| Try it |
Tally every line in the data that has the word "true" and report only the total.

** Opening Task input block **

package org.baywright.plan;

import java.util.List;

/**
 * The design basis of a plan.
 *
 * @param method "lrfd" or "asd"
 * @param fy yield stress, Pa
 * @param liveDeflection L/n limit under live load (0 = off)
 * @param totalDeflection L/n limit under total load (0 = off)
 * @param beamSeries nominal-depth series allowed for beams (empty = all)
 * @param girderSeries for girders (empty = all)
 * @param columnSeries for columns (default W14)
 * @param maxBeamDepth actual depth limit for beams and girders, m (0 = none)
 * @param spliceEvery column tiers: a splice every this many levels (default 2)
 * @param liveLoadReduction apply ASCE 7-16 §4.7 / §4.8
 * @param partitionAsDead carry the partition allowance as dead load instead of reducible live load
 * @param girderAreaDelivered for a girder's A_T use the area whose load it actually receives (true,
 *     the default and conservative) or half the bay on each side (false)
 * @param catalog catalog file, or empty for the built-in W shapes
 */
public record DesignSettings(String method, double fy, double liveDeflection, double totalDeflection,
        List<String> beamSeries, List<String> girderSeries, List<String> columnSeries, double maxBeamDepth,
        int spliceEvery, boolean liveLoadReduction, boolean partitionAsDead, boolean girderAreaDelivered,
        String catalog) {
    public DesignSettings {
        beamSeries = List.copyOf(beamSeries);
        girderSeries = List.copyOf(girderSeries);
        columnSeries = List.copyOf(columnSeries);
    }

    /** LRFD, 50 ksi, L/360 and L/240, any beam series, W14 columns spliced every two levels, reduction on. */
    public static DesignSettings defaults() {
        return new DesignSettings("lrfd", org.baywright.units.Units.KSI.toSi(50), 360, 240, List.of(), List.of(), List.of("W14"), 0, 2, true,
                false, true, "");
    }
}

** Closing Task input block **

| Exercise solution |
3